EXERCISE> Give back every record below, character for character.

DATA IN THIS EXERCISE>

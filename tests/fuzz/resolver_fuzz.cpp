// libFuzzer target: the product resolver (formulary/resolver.h) against the bundled
// formulary, read once from $MEDLOAD_FUZZ_FORMULARY or else the source tree's formulary/.
// The input is "description\ncode\ncode system" (missing parts are empty).
//
// Invariants:
// - normalised text is UTF-8; every strength is finite, the amount not negative and the
//   denominator above zero, at a position inside the text;
// - a resolution names only ingredients the formulary knows, with finite doses above
//   zero; an unmatched or non-medicine product has no ingredients; a partial one names
//   what it does not know, an approximate one the spellings it read (as known
//   ingredients); a default supply is 1..3650 days;
// - the resolution survives its JSON form (what the store keeps) unchanged, and the
//   resolution cache gives the same answer as resolving directly (text that is not UTF-8,
//   such as a code as given, comes back with U+FFFD; it must not throw).
#include <cmath>
#include <cstddef>
#include <cstdint>
#include <cstdio>
#include <cstdlib>
#include <string>
#include <string_view>

#include "fuzz/fuzz_check.h"
#include "medload/formulary/formulary.h"
#include "medload/formulary/resolver.h"
#include "medload/input/csv_reader.h"

namespace medload {
namespace {

const Formulary& TheFormulary() {
  static const Formulary formulary = [] {
    const char* dir = std::getenv("MEDLOAD_FUZZ_FORMULARY");
    Result<Formulary> loaded = LoadFormulary(dir != nullptr ? dir : MEDLOAD_SOURCE_FORMULARY);
    if (!loaded.ok()) {
      std::fprintf(stderr, "cannot load the formulary: %s\n", loaded.status().message().c_str());
      std::abort();
    }
    return std::move(loaded).value();
  }();
  return formulary;
}

bool PositiveFinite(const std::optional<double>& value) {
  return !value || (std::isfinite(*value) && *value > 0);
}

void CheckStrengths(std::string_view description) {
  const std::string normalised = NormaliseText(description);
  FuzzCheck(IsValidUtf8(normalised), "normalised text is UTF-8");
  for (const Strength& strength : ParseStrengths(normalised)) {
    FuzzCheck(std::isfinite(strength.amount) && strength.amount >= 0, "a strength is finite, not negative");
    FuzzCheck(std::isfinite(strength.per_amount) && strength.per_amount > 0,
              "a strength's denominator is finite and above zero");
    FuzzCheck(strength.position < normalised.size(), "a strength is inside the text");
    const std::optional<double> per_unit = strength.MgPerUnit();
    const std::optional<double> per_day = strength.MgPerDay();
    FuzzCheck(!per_unit || (std::isfinite(*per_unit) && *per_unit >= 0), "mg per unit is finite");
    FuzzCheck(!per_day || (std::isfinite(*per_day) && *per_day >= 0), "mg per day is finite");
  }
}

void CheckResolution(const Formulary& formulary, const ResolvedProduct& product) {
  FuzzCheck(product.matched() || product.ingredients.empty(), "an unmatched product has no ingredients");
  FuzzCheck(!product.non_medicine || product.ingredients.empty(), "a non-medicine has no ingredients");
  FuzzCheck(product.match != MatchKind::kPartial || !product.unknown.empty(), "a partial product names what it does not know");
  FuzzCheck(product.match != MatchKind::kApproximate || !product.spellings.empty(),
            "an approximate product names the spellings it read");
  for (const SpellingReading& reading : product.spellings) {
    FuzzCheck(formulary.FindIngredient(reading.read_as) != nullptr, "a spelling is read as a known ingredient");
  }
  for (const ResolvedIngredient& ingredient : product.ingredients) {
    const Ingredient* known = formulary.FindIngredient(ingredient.ingredient);
    FuzzCheck(known != nullptr && known->name == ingredient.ingredient,
              "a resolved ingredient is a canonical formulary name");
    FuzzCheck(PositiveFinite(ingredient.mg_per_unit), "mg per unit is finite and above zero");
    FuzzCheck(PositiveFinite(ingredient.mg_per_day), "mg per day is finite and above zero");
  }
  FuzzCheck(!product.default_supply_days ||
                (*product.default_supply_days >= 1 && *product.default_supply_days <= 3650),
            "a default supply is 1..3650 days");
  const Result<ResolvedProduct> again = ParseResolution(SerialiseResolution(product));
  FuzzCheck(again.ok(), "a serialised resolution parses");
  // Text that is not UTF-8 (a code as given) is stored with U+FFFD: compare the rest.
  FuzzCheck(again->match == product.match && again->ingredients.size() == product.ingredients.size(),
            "a resolution survives its JSON form");
  if (IsValidUtf8(product.match_detail)) {
    FuzzCheck(ResolvedProductToJson(*again) == ResolvedProductToJson(product),
              "a resolution in UTF-8 survives its JSON form unchanged");
  }
}

}  // namespace
}  // namespace medload

extern "C" int LLVMFuzzerTestOneInput(const uint8_t* data, size_t size) {
  using namespace medload;
  const Formulary& formulary = TheFormulary();
  const std::string_view input(reinterpret_cast<const char*>(data), size);
  const size_t first = input.find('\n');
  const std::string_view description = input.substr(0, first);
  std::string_view code;
  std::string_view code_system;
  if (first != std::string_view::npos) {
    const std::string_view rest = input.substr(first + 1);
    const size_t second = rest.find('\n');
    code = rest.substr(0, second);
    if (second != std::string_view::npos) code_system = rest.substr(second + 1);
  }
  CheckStrengths(description);
  const ResolvedProduct product = Resolve(formulary, description, code, code_system);
  CheckResolution(formulary, product);
  ResolutionCache cache(formulary);
  const ResolvedProduct& cached = cache.Resolve(description, code, code_system);
  FuzzCheck(cached.match == product.match && cached.match_detail == product.match_detail &&
                cached.ingredients.size() == product.ingredients.size(),
            "the cache gives the same resolution");
  return 0;
}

RESULT>
filename tests/fuzz/resolver_fuzz.cpp
// libFuzzer target: the product resolver (formulary/resolver.h) against the bundled
// formulary, read once from $MEDLOAD_FUZZ_FORMULARY or else the source tree's formulary/.
// The input is "description\ncode\ncode system" (missing parts are empty).
//
// Invariants:
// - normalised text is UTF-8; every strength is finite, the amount not negative and the
//   denominator above zero, at a position inside the text;
// - a resolution names only ingredients the formulary knows, with finite doses above
//   zero; an unmatched or non-medicine product has no ingredients; a partial one names
//   what it does not know, an approximate one the spellings it read (as known
//   ingredients); a default supply is 1..3650 days;
// - the resolution survives its JSON form (what the store keeps) unchanged, and the
//   resolution cache gives the same answer as resolving directly (text that is not UTF-8,
//   such as a code as given, comes back with U+FFFD; it must not throw).
#include <cmath>
#include <cstddef>
#include <cstdint>
#include <cstdio>
#include <cstdlib>
#include <string>
#include <string_view>

#include "fuzz/fuzz_check.h"
#include "medload/formulary/formulary.h"
#include "medload/formulary/resolver.h"
#include "medload/input/csv_reader.h"

namespace medload {
namespace {

const Formulary& TheFormulary() {
  static const Formulary formulary = [] {
    const char* dir = std::getenv("MEDLOAD_FUZZ_FORMULARY");
    Result<Formulary> loaded = LoadFormulary(dir != nullptr ? dir : MEDLOAD_SOURCE_FORMULARY);
    if (!loaded.ok()) {
      std::fprintf(stderr, "cannot load the formulary: %s\n", loaded.status().message().c_str());
      std::abort();
    }
    return std::move(loaded).value();
  }();
  return formulary;
}

bool PositiveFinite(const std::optional<double>& value) {
  return !value || (std::isfinite(*value) && *value > 0);
}

void CheckStrengths(std::string_view description) {
  const std::string normalised = NormaliseText(description);
  FuzzCheck(IsValidUtf8(normalised), "normalised text is UTF-8");
  for (const Strength& strength : ParseStrengths(normalised)) {
    FuzzCheck(std::isfinite(strength.amount) && strength.amount >= 0, "a strength is finite, not negative");
    FuzzCheck(std::isfinite(strength.per_amount) && strength.per_amount > 0,
              "a strength's denominator is finite and above zero");
    FuzzCheck(strength.position < normalised.size(), "a strength is inside the text");
    const std::optional<double> per_unit = strength.MgPerUnit();
    const std::optional<double> per_day = strength.MgPerDay();
    FuzzCheck(!per_unit || (std::isfinite(*per_unit) && *per_unit >= 0), "mg per unit is finite");
    FuzzCheck(!per_day || (std::isfinite(*per_day) && *per_day >= 0), "mg per day is finite");
  }
}

void CheckResolution(const Formulary& formulary, const ResolvedProduct& product) {
  FuzzCheck(product.matched() || product.ingredients.empty(), "an unmatched product has no ingredients");
  FuzzCheck(!product.non_medicine || product.ingredients.empty(), "a non-medicine has no ingredients");
  FuzzCheck(product.match != MatchKind::kPartial || !product.unknown.empty(), "a partial product names what it does not know");
  FuzzCheck(product.match != MatchKind::kApproximate || !product.spellings.empty(),
            "an approximate product names the spellings it read");
  for (const SpellingReading& reading : product.spellings) {
    FuzzCheck(formulary.FindIngredient(reading.read_as) != nullptr, "a spelling is read as a known ingredient");
  }
  for (const ResolvedIngredient& ingredient : product.ingredients) {
    const Ingredient* known = formulary.FindIngredient(ingredient.ingredient);
    FuzzCheck(known != nullptr && known->name == ingredient.ingredient,
              "a resolved ingredient is a canonical formulary name");
    FuzzCheck(PositiveFinite(ingredient.mg_per_unit), "mg per unit is finite and above zero");
    FuzzCheck(PositiveFinite(ingredient.mg_per_day), "mg per day is finite and above zero");
  }
  FuzzCheck(!product.default_supply_days ||
                (*product.default_supply_days >= 1 && *product.default_supply_days <= 3650),
            "a default supply is 1..3650 days");
  const Result<ResolvedProduct> again = ParseResolution(SerialiseResolution(product));
  FuzzCheck(again.ok(), "a serialised resolution parses");
  // Text that is not UTF-8 (a code as given) is stored with U+FFFD: compare the rest.
  FuzzCheck(again->match == product.match && again->ingredients.size() == product.ingredients.size(),
            "a resolution survives its JSON form");
  if (IsValidUtf8(product.match_detail)) {
    FuzzCheck(ResolvedProductToJson(*again) == ResolvedProductToJson(product),
              "a resolution in UTF-8 survives its JSON form unchanged");
  }
}

}  // namespace
}  // namespace medload

extern "C" int LLVMFuzzerTestOneInput(const uint8_t* data, size_t size) {
  using namespace medload;
  const Formulary& formulary = TheFormulary();
  const std::string_view input(reinterpret_cast<const char*>(data), size);
  const size_t first = input.find('\n');
  const std::string_view description = input.substr(0, first);
  std::string_view code;
  std::string_view code_system;
  if (first != std::string_view::npos) {
    const std::string_view rest = input.substr(first + 1);
    const size_t second = rest.find('\n');
    code = rest.substr(0, second);
    if (second != std::string_view::npos) code_system = rest.substr(second + 1);
  }
  CheckStrengths(description);
  const ResolvedProduct product = Resolve(formulary, description, code, code_system);
  CheckResolution(formulary, product);
  ResolutionCache cache(formulary);
  const ResolvedProduct& cached = cache.Resolve(description, code, code_system);
  FuzzCheck(cached.match == product.match && cached.match_detail == product.match_detail &&
                cached.ingredients.size() == product.ingredients.size(),
            "the cache gives the same resolution");
  return 0;
}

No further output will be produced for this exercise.